**Working data**
def _design_key(design: Design, *extra: Any) -> tuple[Any, ...]:
    return (design.digest({"spec": design.spec.to_dict(), "fs": float(design.sample_rate_hz)}), *extra)


def _design_masks(design: Design, nperseg: int) -> _Masks:
    """The bins' designed levels, masks and gain bounds for segments of ``nperseg`` (cached)."""
    return _cached(_design_key(design, "masks", int(nperseg)), lambda: _compute_design_masks(design, int(nperseg)))


def _compute_design_masks(design: Design, nperseg: int) -> _Masks:
    fs = float(design.sample_rate_hz)
    n_bins = nperseg // 2 + 1
    fine = np.linspace(0.0, fs / 2.0, (n_bins - 1) * OVERSAMPLE + 1)
    with np.errstate(divide="ignore"):
        level_db = 20.0 * np.log10(overall_response(design, fine))
    allowance = EDGE_ALLOWANCE_BINS * OVERSAMPLE
    passband = _eroded(level_db >= _pass_level_db(design) - 0.01, allowance)[::OVERSAMPLE]
    # The largest level over the main lobe around each bin, the spectrum mirrored at 0 Hz and
    # Nyquist as a real signal's is.
    lobe = _MAIN_LOBE_BINS * OVERSAMPLE
    mirrored = np.concatenate([level_db[lobe:0:-1], level_db, level_db[-2 : -lobe - 2 : -1]])
    top_db = ndimage.maximum_filter1d(mirrored, 2 * lobe + 1)[lobe:-lobe][::OVERSAMPLE]
    # Stopband bins: the whole main lobe at or below the required level, clear of 0 Hz and Nyquist.
    stopband = top_db <= -_required_db(design) + 0.01
    stopband[:EDGE_ALLOWANCE_BINS] = False
    stopband[-EDGE_ALLOWANCE_BINS:] = False
    bound = 10.0 ** (top_db / 10.0)
    db = level_db[::OVERSAMPLE].copy()
    for a in (db, passband, stopband, bound):
        a.setflags(write=False)
    return _Masks(db, passband, stopband, bound)


@lru_cache(maxsize=8)
def _leakage_kernel(nperseg: int) -> np.ndarray:
    """Hann spectral window's largest value over each bin, main lobe zeroed; lags -n/2..n/2.

    Lag ``k`` holds the largest ``|W(f)|^2`` for ``f`` within half a bin of ``k`` bins,
    relative to the window's total spectral power (the sum over bins of its mean over each
    bin): the share of a tone's measured power that can leak ``k`` bins away wherever in
    its bin the tone lies.
    """
    w = signal.get_window(_WINDOW, nperseg)
    spectrum = np.abs(np.fft.fft(w, nperseg * OVERSAMPLE)) ** 2
    spectrum = np.roll(spectrum, OVERSAMPLE // 2).reshape(nperseg, OVERSAMPLE)  # bin k: lags k -/+ 1/2
    per_bin = spectrum.max(axis=1) / spectrum.mean(axis=1).sum()
    half = nperseg // 2
    kernel = np.concatenate([per_bin[-half:], per_bin[: half + 1]])  # lags -half..half
    kernel[half - _MAIN_LOBE_BINS : half + _MAIN_LOBE_BINS + 1] = 0.0
    kernel.setflags(write=False)
    return kernel


@lru_cache(maxsize=8)
def _leakage_spectrum(nperseg: int) -> np.ndarray:
    """rfft of :func:`_leakage_kernel` laid out circularly over ``nperseg`` lags."""
    kernel = _leakage_kernel(nperseg)
    half = nperseg // 2
    circular = np.zeros(nperseg)
    circular[: nperseg - half] = kernel[half : half + nperseg - half]  # lags 0 .. n - half - 1
    circular[nperseg - half :] = kernel[:half]  # lags -half .. -1
    spectrum = sp_fft.rfft(circular)
    spectrum.setflags(write=False)
    return spectrum


def _leakage(pyy: np.ndarray, nperseg: int) -> np.ndarray:
    """Bound on the Hann window leakage into each bin, per column of ``pyy`` (n_freqs, channels).

    The one-sided spectrum is laid out over all ``nperseg`` bins (each bin also at its
    mirror frequency, where a real signal's image lies) and convolved circularly with
    :func:`_leakage_kernel`; the result is doubled, because a component and its image can
    add in phase (``|a + b|^2 <= 2 |a|^2 + 2 |b|^2``).
    """
    n_bins = pyy.shape[0]
    two_sided = np.concatenate([pyy, pyy[1 : nperseg - n_bins + 1][::-1]], axis=0)
    spread = sp_fft.irfft(sp_fft.rfft(two_sided, axis=0) * _leakage_spectrum(nperseg)[:, None], nperseg, axis=0)
    return 2.0 * spread[:n_bins]


def _prewhitener_gain(nperseg: int) -> np.ndarray:
    """``|D(f)|^2 = 4 sin^2(pi f / fs)`` of the first difference ``D = 1 - z^-1`` on the bins."""
    return 4.0 * np.sin(np.pi * np.arange(nperseg // 2 + 1) / nperseg) ** 2
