def test_rerun_skips_unchanged_and_a_touched_file_reruns_its_halo_neighbours(first_run, prefect_client):
    assert first_run.state.is_completed()
    cfg = str(first_run.cfg)

    # Nothing changed: one skip-unchanged task run in state "Skipped" lists every file.
    state = flows.archive_run(config_path=cfg, report=False, return_state=True)
    assert state.is_completed(), state.message
    assert state.result()["counts"]["skipped"] == 6 and state.result()["counts"]["blocks_run"] == 0
    runs = final_task_runs(prefect_client, flow_run_id(state), expected=3)
    assert runs_of(runs, flows.filter_segment) == []
    (skip,) = runs_of(runs, flows.skip_unchanged)
    assert skip.state.name == "Skipped"
    assert all(rel in skip.state.message for rel in ALL_FILES), skip.state.message

    # Rewrite the middle file of "north" with new samples.
    write_file(first_run.archive, "north", 1, seed=999)
    state = flows.archive_run(config_path=cfg, report=False, return_state=True)
    assert state.is_completed(), state.message
    run_id = flow_run_id(state)
    runs = final_task_runs(prefect_client, run_id, expected=4)
    assert len(runs_of(runs, flows.filter_segment)) == 1  # only the north segment has work
    (skip,) = runs_of(runs, flows.skip_unchanged)
    assert skip.state.name == "Skipped"
    assert all(file_relpath("south", k) in skip.state.message for k in range(FILES_PER_STREAM))
    assert "north" not in skip.state.message

    # A two-pass filter's output depends on input within its effective length (the halo)
    # on either side (common practice: the halo is where the impulse response has decayed
    # below the tolerance), so only neighbour blocks within the halo of the rewritten file rerun.
    store = OutputStore.open(first_run.store, mode="r")
    attrs = store.array_attrs(array_name(file_relpath("north", 0)))
    halo = int(attrs["filter"]["effective_length_samples"])
    block = int(attrs["blocks"]["block_samples"])
    spans = [(s, min(s + block, FILE_FRAMES)) for s in range(0, FILE_FRAMES, block)]
    expected = {
        file_relpath("north", 0): len(blocks_touching(spans, ((FILE_FRAMES - halo, FILE_FRAMES),))),
        file_relpath("north", 1): len(spans),
        file_relpath("north", 2): len(blocks_touching(spans, ((0, halo),))),
    }
    assert halo < block and expected[file_relpath("north", 0)] == 1  # the test archive's premise
    arts = _artifacts_by_key(prefect_client, run_id, {flows.ARTIFACT_FILES}, progress=1)
    rows = {r["file"]: r for r in table_rows(_one(arts, flows.ARTIFACT_FILES))}
    for rel, n in expected.items():
        assert rows[rel]["status"] == "complete" and rows[rel]["blocks run"] == n, rows[rel]
    for k in range(FILES_PER_STREAM):  # unchanged: its blocks and figures as recorded when it was made complete
        row = rows[file_relpath("south", k)]
        assert row["status"] == "skipped" and row["blocks run"] == 0, row
        assert (row["blocks"], row["blocks done"], row["blocks not done"]) == (BLOCKS_PER_FILE, BLOCKS_PER_FILE, 0)
        assert all(row[column] is not None for column in flows.FIGURE_COLUMNS), row
    assert state.result()["counts"]["blocks_run"] == sum(expected.values())
    for stream in STREAMS:
        check_against_sosfiltfilt(first_run.store, first_run.archive, stream)
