``{stream}``
    one or more characters except ``/``; when repeated, every occurrence must match the
    same text.
``{start:FORMAT}``
    a time written with a ``strftime``/``strptime`` FORMAT (``%Y %m %d %H %M %S %f %j %y
    %b %B %a %A %p %I %z %Z %U %W %w %G %V %u %%``); numeric fields have their fixed
    width (``%f`` 1 to 6 digits). Times are UTC unless the FORMAT carries an offset (``%z``).
    At most one per pattern.
``{*}``
    any text without ``/`` (possibly empty).
``{**}``
    any text (possibly empty, may cross folders).

``{{`` and ``}}`` stand for literal braces. The whole relative path without its last
suffix must match. Without a ``{stream}`` field the stream is the parent folder's
relative path (the archive root's own name for files at the root). Example:
``"{stream}/{stream}_{start:%Y%m%dT%H%M%S}"`` matches ``"sensor-a/sensor-a_20240501T120000"``.
Patterns are compiled to one regular expression once per discovery.

Bad input
---------
Problems of single files never stop discovery: an unreadable or unknown file, a damaged
header, zero frames, a missing sample rate, more channels than samples and than ``[archive] max_channels``
(most likely a 2-D array stored channel-major), an unparsable start time or one outside the
years 1 to 9999 once taken to UTC, a path the pattern
does not match, a second file with the same (stream, start time), a path that cannot name
an output array (a hidden ``.name`` component, the reserved ``_twinpass`` prefix) or whose
array name clashes with another file's (``a b.wav`` and ``a_b.wav`` both give ``a_b``;
``a.wav`` and ``a/b.wav`` would nest one array in the other: the file the output store
already records as the array's source is kept, else the first by path), and a manifest row naming a
path outside the root becomes an :class:`~twinpass.core.segments.InvalidFile` (path,
reason, remedy) and is left out. So does a file whose examination fails in a way not
foreseen here (the reason names the error). Problems of the configuration itself (unreadable
manifest, bad pattern) raise.

Non-finite samples
------------------
Files with floating-point samples (float WAV, float NPY/raw/Zarr) are read once from end to
end, window by window, for NaN and infinite values (integer formats cannot hold them and are
not read). What happens to a file holding some depends on ``[processing] nonfinite``:

``"fail"`` (default)
    The file is invalid: the reason names the first run (samples and channel), how many
    runs there are and the longest; the remedy names the other policies.
``"split"``
    The file is valid; :attr:`FileEntry.nonfinite_runs` lists the runs and the segment
    treats them as holes (see :mod:`twinpass.core.segments`); a warning says so.
``"interpolate"``
    Each channel's runs are filled linearly between their finite neighbours
    (:attr:`FileEntry.nonfinite_fill`, neighbour values read here, so every block fills
    alike). A run longer than ``[processing] max_fill_samples`` or touching the file's first
    or last sample makes the file invalid, naming the run.

A file that cannot be read to its end during the scan is invalid too.

Scan cache
----------
A scan's findings (the runs of each channel and, for ``"interpolate"``, the fills) can be
handed back to the next discovery (``scan_cache``, kept in the output store by the run). A
file is then not read again while its fingerprint has not changed
(:func:`~twinpass.core.plan.fingerprint_changed`), its frame and channel counts are the
same and ``[processing] nonfinite`` and ``max_fill_samples`` are those of the scan; the
verdict (left out, split, filled) is drawn again from the kept runs, so messages do not
change. An entry that is malformed or does not fit the file is ignored and the file is
read. Files with more than :data:`SCAN_CACHE_MAX_RUNS` runs are not kept.
"""

from __future__ import annotations

import csv
import json
import datetime as _dt
import functools
import os
import re
import math
from collections.abc import Mapping, Sequence
from concurrent.futures import ThreadPoolExecutor
from dataclasses import dataclass, field, replace
from pathlib import Path, PurePosixPath
from typing import Any, Callable, NamedTuple, TypeVar

from twinpass.config import JobConfig
from twinpass.core.nonfinite import (
    ChannelRun,
    FillSpan,
    describe_run,
    fill_problem,
    join_channel_runs,
    union_runs,
)
from twinpass.core.blocks import samples_text
from twinpass.core.segments import FileEntry, InvalidFile, Segment, build_segments
from twinpass.core.text import named_list
from twinpass.errors import ArchiveError, ConfigError, InputError, TwinpassError
from twinpass.io.channels import LabelMismatch, labels_for
from twinpass.io.fingerprint import fingerprint_changed, fingerprint_file
from twinpass.io.readers._common import (
    CONFIG_TRUNCATED,
    CONFIG_WRAPPED,
    HEADER_REWRITE,
    READABLE,
    TIME_MAJOR,
    TRUNCATED_HINT,
    WRAPPED_HINT,
    WRAPPED_REWRITE,
    file_kind,
)
from twinpass.io.readers.registry import available_readers, get_reader, open_recording, reader_for
from twinpass.io.scan import fill_spans_for, holds_floats, scan_channel_runs
from twinpass.io.store_input import (
    INPUT_GONE,
    absent_chunk_frames,
    array_attributes,
    gone_since,
    is_output_store,
    output_arrays,
)
from twinpass.io.store_lock import LOCK_NAME, LockInfo
from twinpass.io.store_util import array_name, check_name

_T = TypeVar("_T")

__all__ = [
    "Discovery",
    "NamePattern",
    "SCAN_CACHE_MAX_RUNS",
    "compile_glob",
    "discover",
    "list_archive",
    "output_name",
    "walk_archive",
    "ArchiveListing",
    "read_manifest",
]

UTC = _dt.timezone.utc

_REMEDY_EXCLUDE = "repair or re-export the file, or leave it out with [archive] exclude"
_DRIVE = re.compile(r"^[A-Za-z]:")

SCAN_CACHE_MAX_RUNS = 10_000
"""Most channel runs of NaN/Inf samples a file may have for its scan to be kept in the cache
(the whole cache is one JSON document, rewritten when it changes)."""


# -- globbing ----------------------------------------------------------------


def _glob_component(part: str) -> str:
    out, i = [], 0
    while i < len(part):
        c = part[i]
        if c == "*":
            while i + 1 < len(part) and part[i + 1] == "*":
                i += 1
            out.append("[^/]*")
        elif c == "?":
            out.append("[^/]")
        elif c == "[":
            j = part.find("]", i + 2 if part[i + 1: i + 2] in ("!", "]") else i + 1)
            if j < 0:
                out.append(re.escape(c))
            else:
                body = part[i + 1: j]
                neg = body.startswith("!")
                body = body[1:] if neg else body
                out.append("[" + ("^" if neg else "") + body.replace("\\", "\\\\") + "]")
                i = j
        else:
            out.append(re.escape(c))
        i += 1
    return "".join(out)


def compile_glob(pattern: str) -> re.Pattern[str]:
    """Regular expression matching relative POSIX paths against a glob ``pattern``.

    ``**`` as a whole component matches any number of folders (including none).
    """
    parts = [p for p in pattern.strip().lstrip("/").split("/") if p not in ("", ".")]
    if not parts:
        raise ConfigError(f"[archive] glob pattern {pattern!r} is empty; use e.g. \"**/*.wav\"")
    rx = ""
    for k, part in enumerate(parts):
        last = k == len(parts) - 1
        if part == "**":
            rx += ".*" if last else "(?:[^/]+/)*"
        else:
            rx += _glob_component(part) + ("" if last else "/")
    return re.compile(rx + r"\Z", re.DOTALL)


def _inside(path: str, folder: str) -> bool:
    return path == folder or path.startswith(folder.rstrip(os.sep) + os.sep)


_STORE_MARKERS = ("zarr.json", ".zarray", ".zgroup")


def _is_array_store(path: str) -> bool:
    """A folder that is one recording: named ``*.zarr`` or holding Zarr metadata."""
    return path.lower().endswith(".zarr") or any(os.path.isfile(os.path.join(path, m)) for m in _STORE_MARKERS)


def _selected(rel: str, include: list[re.Pattern[str]], exclude: list[re.Pattern[str]]) -> bool:
    return _selected_any([rel], include, exclude)


def _selected_any(paths: list[str], include: list[re.Pattern[str]], exclude: list[re.Pattern[str]]) -> bool:
    """An include glob matches one of ``paths`` and no exclude glob matches any."""
    return any(rx.match(p) for p in paths for rx in include) and not any(rx.match(p) for p in paths for rx in exclude)


_REMEDY_NOT_REGULAR = (
    "only regular files (or links to them) are read: put the recording there as a regular file, "
    "or leave the path out with [archive] exclude"
)


def _not_regular(path: str, rel: str) -> InvalidFile | None:
    """Why the candidate at ``path`` cannot be opened as a regular file, or ``None`` when it can.

    Checked before any open: opening a named pipe blocks until something writes to it.
    """
    try:
        st = os.stat(path)  # follows symbolic links
    except FileNotFoundError:
        if os.path.islink(path):
            try:
                target = os.readlink(path)
            except OSError:
                target = "?"
            return InvalidFile(
                rel,
                f"a symbolic link whose target {target} does not exist",
                "restore the target, correct or remove the link, or leave it out with [archive] exclude",
            )
        return InvalidFile(rel, "vanished while the archive was listed", "run again once the archive is settled")
    except OSError as e:
        what = "a symbolic link that cannot be followed" if os.path.islink(path) else "cannot be examined"
        return InvalidFile(rel, f"{what} ({e.strerror or e})", _REMEDY_EXCLUDE)
    kind = file_kind(st.st_mode)
    if kind is None:
        return None
    link = " (reached through a symbolic link)" if os.path.islink(path) else ""
    return InvalidFile(rel, f"is {kind}{link}, not a regular file", _REMEDY_NOT_REGULAR)
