@task(name="design-filters", cache_policy=NO_CACHE)
def design_task(prep: Prepared) -> dict[str, Any]:
    """Publish the design report (one per sample rate) as a markdown artifact."""
    logger = get_run_logger()
    parts = ["# twinpass design report", ""]
    for fs, d in sorted(prep.designs.items()):
        logger.info("design for %g Hz: %s order %d, halo %d samples (%.3g s)", fs, d.family, d.order,
                    d.effective_length, d.effective_length / fs)
        parts += [f"## {fs:g} Hz", "", "```text", format_report(d.report), "```", ""]
    for fs, err in prep.design_errors.items():
        logger.error("no design for %g Hz: %s", fs, err)
        parts += [f"## {fs:g} Hz: no design", "", err, ""]
    _publish("the design report", create_markdown_artifact, "\n".join(parts), key=ARTIFACT_DESIGN,
             description="Overall and per-pass response")
    return {f"{fs:g}": d.report for fs, d in prep.designs.items()}


def _worth_retrying(task: Any, task_run: Any, state: Any) -> bool:
    """Retry a failed segment unless only checks failed (the same blocks give the same
    figures), its blocks failed only on damaged input (a retry reads the same), or the
    configuration does not suit it (e.g. blocks too large for the memory budget). A segment
    of a stopped run ends Cancelled, which is never retried."""
    return not isinstance(getattr(state, "data", None), (ChecksFailedError, DamagedInputError, ConfigError))


@task(name="filter-segment", cache_policy=NO_CACHE, retries=1, retry_delay_seconds=5.0,
      retry_condition_fn=_worth_retrying)
def filter_segment(seg: SegmentWork, prep: Prepared, store: OutputStore, client_key: str) -> Any:
    """Run every block a segment needs on the shared Dask client; fail naming failed files.

    Returns the segment's :class:`FileOutcome` list, or a Cancelled state when the run was
    stopped (Ctrl-C, a cancelled flow run) before the segment finished: its message says
    what was left undone, and the dashboard shows the task cancelled, not failed.

    A retry reruns only the blocks that are not yet done: once a first attempt has
    prepared the segment's files (and invalidated the blocks a neighbour's change reaches),
    their block tables are current, so a retry resumes every file instead of resetting it.
    """
    try:
        return _run_segment_task(seg, prep, store, client_key)
    except RunStoppedError as stopped:
        return Cancelled(message=str(stopped))


def _run_segment_task(seg: SegmentWork, prep: Prepared, store: OutputStore, client_key: str) -> list[FileOutcome]:
    """The body of :func:`filter_segment`; :class:`RunStoppedError` when the run was stopped."""
    with _CLIENTS_LOCK:
        run = _RUNS.get(client_key)
        if run is None or not run.enter():  # the flow body is stopping the run, or has closed its cluster
            raise RunStoppedError.before_start(seg.segment_id)
        retry = seg.segment_id in run.prepared
    try:
        return _filter_segment(seg, prep, store, run, retry)
    except RunStoppedError:
        raise
    except Exception as exc:
        if run.stopping:  # whatever went wrong, the run is stopping: the segment is not retried
            raise RunStoppedError(f"segment {seg.segment_id}: the run was stopped while this segment ran "
                                  f"({type(exc).__name__}); finished blocks are kept; rerun to finish it") from exc
        raise
    finally:
        run.leave()


def _filter_segment(seg: SegmentWork, prep: Prepared, store: OutputStore, run: _RunCluster,
                    retry: bool) -> list[FileOutcome]:
    """The body of :func:`filter_segment` for a task counted in on the run's cluster."""
    logger = get_run_logger()
    cfg = prep.cfg
    client, head = run.client, run.head
    # Taken first thing: a driver a stopped head start gave up is refused (RunStoppedError),
    # so that the segment does not start again on a cluster being closed.
    early = head.take_segment(seg.segment_id) if head is not None else None
    if retry:
        seg = _as_resume(seg)
        logger.info("segment %s: retry; running only the blocks not done yet", seg.segment_id)
    design = prep.designs[seg.sample_rate_hz]
    todo = [f.relpath for f in seg.files if f.action != "skip"]
    logger.info("segment %s: %d file(s) to filter: %s", seg.segment_id, len(todo), ", ".join(todo))
    shown = f"blocks of segment {seg.segment_id}" + (" not done before (retry)" if retry else "")
    progress = DashboardProgress(_publish(f"the progress of segment {seg.segment_id}", create_progress_artifact, 0.0,
                                          description=shown), logger)
    last = [time.monotonic()]
    blocks_done = [0, 0]  # blocks recorded done (passed or warned), blocks to run
    block_errors = BlockErrorLog(seg.segment_id, logger)
    terminal = TERMINAL_PROGRESS if early is None or not early.watched else None  # else shown as they came

    def on_block(done: int, total: int, res: Any) -> None:
        if early is None:  # a driver begun before the flow run counts its own blocks
            run.tally.block(seg.segment_id, res)
        # Blocks are submitted only after every file of the segment is prepared.
        if done == 1:
            with _CLIENTS_LOCK:
                run.prepared.add(seg.segment_id)
        if terminal is not None:
            terminal(seg.segment_id, done, total, res)
        block_errors.block(res)
        blocks_done[0] += res.status in DONE
        blocks_done[1] = total
        now = time.monotonic()
        if done < total and now - last[0] >= PROGRESS_INTERVAL_S:  # its share done is set once it ends
            last[0] = now
            progress.show(100.0 * done / max(total, 1))

    try:
        if early is not None:  # begun before the flow run: follow it (a retry runs as usual)
            outcomes = early.follow(on_block)
        else:
            outcomes = run_segment(seg, design, cfg, store, client, on_block=on_block, log_blocks=False)
    except BaseException as e:
        progress.close(*progress_at_end(shown, *blocks_done, None, run.stopping or isinstance(e, RunStoppedError)))
        raise
    finally:
        block_errors.close()
    run.tally.ended(seg.segment_id, outcomes)
    progress.close(*progress_at_end(shown, *blocks_done, outcomes, run.stopping))
    failed = [o for o in outcomes if o.status == "failed"]
    for o in outcomes:
        if o.status == "complete":
            logger.info("%s complete: %d block(s) run, %d done", o.relpath, o.blocks_run, o.blocks_done)
    if failed:
        names = "; ".join(f"{o.relpath} ({o.blocks_failed} block(s) not done: "
                          + (next(iter(o.errors.values())).splitlines()[0] if o.errors
                             else o.check_failures.summary if o.check_failures is not None else "checks failed")
                          + ")" for o in failed)
        reasons = [str(e) for o in failed for e in o.errors.values()]
        if run.stopping or (reasons and all(was_cancelled(r) for r in reasons)):
            raise RunStoppedError(f"segment {seg.segment_id}: the run was stopped before "
                                  f"{sum(o.blocks_failed for o in failed)} block(s) finished; they are recorded as "
                                  "not done; rerun to finish them")
        if not any(o.errors for o in failed):  # every block ran; only their checks failed
            raise ChecksFailedError(f"segment {seg.segment_id}: {names}; not retried (the same blocks give "
                                    "the same figures): see `twinpass status` or the report")
        if all(was_damaged(r) for r in reasons):  # (and checks failed): a retry reads the same
            raise DamagedInputError(f"segment {seg.segment_id}: {names}; not retried (its input is damaged: a "
                                    "retry reads the same)")
        raise BlockFailedError(f"segment {seg.segment_id}: {names}")
    return outcomes


class DashboardProgress:
    """A segment's progress artifact, updated from a thread of its own.

    The blocks never wait on the Prefect API: :meth:`show` only notes the latest
    percentage, and the sender thread passes on the latest one it finds (older ones are
    dropped). Prefect's client retries a failed request for about a minute, so an update to
    a server that went away would otherwise hold up the segment's driver that long for each
    block. After a failed update the rest are dropped, with one warning; with no artifact
    (``artifact_id`` None: it could not be created) none is sent. The thread runs in a copy
    of the task's context (Prefect's settings and run context live there).
    """

    CLOSE_WAIT_S = 10.0
    """Seconds :meth:`close` waits for the final update before going on without it."""

    def __init__(self, artifact_id: Any, logger: Any) -> None:
        self.artifact_id = artifact_id
        self._logger = logger
        self._latest: tuple[float, str | None] | None = None
        """The update to send: percentage, and a new description (None: unchanged)."""
        self._closed = False
        self._failed = artifact_id is None  # not created: nothing to update
        self._cv = threading.Condition()
        context = contextvars.copy_context()
        self._thread = threading.Thread(target=context.run, args=(self._send,), daemon=True,
                                        name="twinpass-dashboard-progress")
        self._thread.start()

    def show(self, percent: float) -> None:
        """Note ``percent`` (0-100) for the sender; returns at once."""
        with self._cv:
            self._latest = (float(percent), None)
            self._cv.notify()

    def close(self, percent: float | None, description: str | None = None, *, wait_s: float | None = None) -> None:
        """Stop the sender, first showing ``percent`` (0-100: the share of the segment's
        blocks done at its end) and ``description`` if given (None: the artifact's own stays),
        or with ``percent`` None dropping any pending update; wait for it up to ``wait_s``
        seconds (default :attr:`CLOSE_WAIT_S`). Only the first call counts."""
        with self._cv:
            if self._closed:
                return
            self._latest = None if percent is None else (float(percent), description)
            self._closed = True
            self._cv.notify()
        self._thread.join(self.CLOSE_WAIT_S if wait_s is None else wait_s)

    def _send(self) -> None:
        while True:
            with self._cv:
                while self._latest is None and not self._closed:
                    self._cv.wait()
                if self._latest is None:
                    return
                (percent, description), self._latest = self._latest, None
            if self._failed:
                continue
            try:
                update_progress_artifact(self.artifact_id, percent, description=description)
            except Exception as e:  # the blocks and their records do not depend on the dashboard
                self._failed = True
                self._logger.warning("could not update the progress shown on the dashboard (%s: %s); the segment "
                                     "goes on without it", type(e).__name__, e)


def progress_at_end(shown: str, done: int, total: int, outcomes: list[FileOutcome] | None,
                    stopping: bool) -> tuple[float, str | None]:
    """What a segment's progress artifact shows once its task's attempt ends: (percentage,
    description or None to keep the artifact's own).

    The percentage is 100 when no file failed, else the share of the ``total`` blocks the
    attempt had to run that are done (``done`` recorded passed or warned, less the blocks
    its failed files have not done: a seam check may fail blocks after they ran). When the attempt raised (``outcomes`` None) or a file failed, the description
    (``shown`` is the artifact's own) says failed, or stopped when the run was
    (``stopping``) or every error of its failed files is a cancelled block.
    """
    failed = [o for o in outcomes or [] if o.status == "failed"]
    if outcomes is not None and not failed:
        return 100.0, None
    if failed:
        done = min(done, total - sum(o.blocks_failed for o in failed))
    done = max(0, done)
    percent = 100.0 * done / total if total else 0.0
    reasons = [str(e) for o in failed for e in o.errors.values()]
    if stopping or (reasons and all(was_cancelled(r) for r in reasons)):
        return percent, f"{shown}: stopped, {done} of {total} done (the next run does the rest)"
    return percent, f"{shown}: failed, {done} of {total} done"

**What to do**
Filter the entries above down to the lines that hold the word "DashboardProgress", and copy those lines.

**Exercise solution**
    progress = DashboardProgress(_publish(f"the progress of segment {seg.segment_id}", create_progress_artifact, 0.0,
class DashboardProgress:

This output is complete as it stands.